Back a while ago, I was reading a story in the local paper about Shocking Numbers Of Kindergarten, First Grade Suspensions and thought I should write about it. I didn’t. Later that day, I wound up in a FB conversation with an old friend—very, very smart fellow, mostly in the science-and-money smarts—who claimed that Americans were less free than they had been. I pointed out that this was only conceivably true for values of American that don’t include women, Jews, people of African descent, people with physical disabilities, people with mental illnesses, etc, etc, etc. He then clarified that he was troubled by a diminishing respect for freedom of speech, as evidenced by both restrictive speech codes in colleges and restrictive speech norms in businesses, as well as that first grade boys are getting suspended from school for pointing their fingers in a gun shape and saying “bang”.
And it struck me, you see, that I really think that these things are intimately connected. Well, the parts that aren’t nonsense are intimately connected—the idea that speech norms are more restrictive now than at some particular point in the past, rather than restricting different things, is just blind ignorant. And part of that blind ignorance is the assumption that American means a particular kind of American, with particular mainstream views, or perhaps views close to one particular edge of the stream. A hundred years ago, you might be kicked out of college for expressing views that were not racist or sexist. Fifty years ago, you might be fired from work for expressing views that were not homophobic. Twenty-five years ago, when I was in an unusually liberal college, you would be shunned and possibly expelled (or informally made to understand you ought not return) for expressing racist views. Now, I expect, you could be shunned or expelled from many places for expressing homophobic views. The change in these things is connected to the expansion for what it means to be American.

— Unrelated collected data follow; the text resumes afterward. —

struct synthetic {
    double kappa_per_m = 10.0 * per_nm;  // 10/nm: φ_ap = 3.81 eV
    double i0_A = 1e-9;                  // current at z = 0
    double offset_A = 0.0;
    double noise_A = 1e-12;
    double z_first_m = 0.0;
    double z_last_m = 0.5 * nm;
    int points = 101;
    double clip_A = 0.0;                 // amplifier saturation (0 = none)
};

curve_sweep make_sweep(const synthetic& s, std::uint64_t seed) {
    normal_source noise(seed);
    curve_sweep out;
    for (int k = 0; k < s.points; ++k) {
        const double z = s.z_first_m + (s.z_last_m - s.z_first_m) * k / (s.points - 1);
        double i = s.i0_A * std::exp(-2.0 * s.kappa_per_m * z) + s.offset_A + s.noise_A * noise.next();
        if (s.clip_A > 0.0) i = std::min(i, s.clip_A);
        out.z_m.push_back(z);
        out.current_A.push_back(i);
    }
    out.direction = s.z_last_m > s.z_first_m ? sweep_direction::retract : sweep_direction::approach;
    return out;
}

const double no_bias = std::numeric_limits<double>::quiet_NaN();

}  // namespace


TEST(fit, apparent_barrier_matches_rule_of_thumb) {
    // κ = 0.5123 Å⁻¹ sqrt(φ/eV) (common practice, no source), quoted to 4 digits: φ ∝ κ², so
    // compare at 2 × 1e-4 relative.
    constexpr double kFourDigits = 2e-4;
    EXPECT_NEAR(apparent_barrier_from_decay(0.5123e10) / si::electron_volt, 1.0, kFourDigits);
    EXPECT_NEAR(apparent_barrier_from_decay(2.0 * 0.5123e10) / si::electron_volt, 4.0, 4.0 * kFourDigits);
}

TEST(fit, recovers_ground_truth_within_stated_uncertainty) {
    const synthetic s;
    const fit_result r = fit_sweep(make_sweep(s, 42), no_bias, fit_options{});
    EXPECT_EQ(r.status, fit_status::converged);
    // One seeded curve: the estimate must lie within 2 standard errors (a 95 % event for honest
    // errors; the seed is fixed, so the test is deterministic).
    EXPECT_LT(std::abs(r.decay_constant_per_m - s.kappa_per_m), 2.0 * r.decay_constant_stderr_per_m);
    EXPECT_GT(r.decay_constant_stderr_per_m, 0.0);
    // σ_φ = 2 φ σ_κ / κ (first-order propagation of φ ∝ κ²).
    EXPECT_NEAR(r.apparent_barrier_stderr_J,
                2.0 * r.apparent_barrier_J * r.decay_constant_stderr_per_m / r.decay_constant_per_m,
                1e-12 * r.apparent_barrier_stderr_J);
    EXPECT_NEAR(r.length_per_decade_m, std::log(10.0) / (2.0 * r.decay_constant_per_m), 1e-15 * nm);
    // The prefactor is the fitted current at the closest used point.
    EXPECT_NEAR(r.prefactor_A, s.i0_A * std::exp(-2.0 * s.kappa_per_m * r.z_ref_m), 3.0 * r.prefactor_stderr_A);
    EXPECT_TRUE(r.warnings.empty() || r.points_below_floor > 0);
}

// Over 200 seeded curves the 95 % interval must contain the true κ in 90-99 % of them (binomial
// σ at p = 0.95 and n = 200 is 1.5 %, so an honest interval lands in [92, 98] % with ~99 %
// probability; the band leaves room for the t approximation).
TEST(fit, confidence_intervals_are_honest_linear_and_offset) {
    for (fit_model model : {fit_model::linear, fit_model::offset}) {
        synthetic s;
        s.offset_A = model == fit_model::offset ? 3e-12 : 0.0;
        fit_options o;
        o.model = model;
        int covered = 0;
        constexpr int curves = 200;
        for (int k = 0; k < curves; ++k) {
            const fit_result r = fit_sweep(make_sweep(s, 1000 + k), no_bias, o);
            covered += r.decay_constant_ci_low_per_m <= s.kappa_per_m && s.kappa_per_m <= r.decay_constant_ci_high_per_m;
        }
        std::printf("95 %% interval coverage, %s model: %d of %d curves\n", to_string(model), covered, curves);
        EXPECT_GE(covered, 180) << to_string(model);
        EXPECT_LE(covered, 198) << to_string(model);
    }
}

I don’t mean to say that it has been uniform progress—it’s much, much more complicated than that. But on the whole, in a general sense, the arc of American-ness has gone out and down, towards including more people and different people. (Not altogether off this topic is Jon Bernstein on the changing national self-image) And it’s not actually easy to remember that, always—in much the same way that when you tour historic houses, it’s not easy to remember that there were more servants than owners. So if you think about the history of schools in America, you can look past that arc of American-ness and miss how much of America was not present in the schools of previous generations. The black kids, of course. The rural kids, the immigrant kids. The troubled kids. The crippled kids. The dumb kids. As we thought of them then. Kids that would have been in a “home” are now in schools, mostly; a lot of kids that might have died are now in schools, mostly.
So just as a fellow might very well say Americans and be thinking of, well, straight white men, or even straight white affluent well-educated men—or might be comparing (straight white well-educated male affluent) Americans of fifty years ago to (gloriously diverse) Americans today, a fellow might be comparing a classroom full of kids from a Golden Age to a classroom full of kids now, not realizing that there were an awful lot of kids that weren’t in that Golden Age classroom at all. You have to compare today’s classroom to yesterday’s classroom-field-orphanage-street-factory-hospital-cemetery.
We are now coming close, finally in this generation, to fulfilling our theoretical commitment to universal education (within our borders). But as in so many areas we haven’t really thought about what it costs to actually do it. And education is really expensive. And a classroom of kids that speak different languages, have different disabilities and abilities, have different gender roles and expectations, different class roles and expectations, different cultural roles and expectations… see, that’s really, really expensive. And there will be failures. Not just because education doesn’t work, which is very true. Also, though, is that we’re attempting something really difficult, gloriously difficult, amazingly magnificently Americanly difficult. We’re attempting something worthy of us as a nation: educating everybody, together.
I’m just saying: it might help if we remember now and then that it’s a lot harder than putting a man on the moon.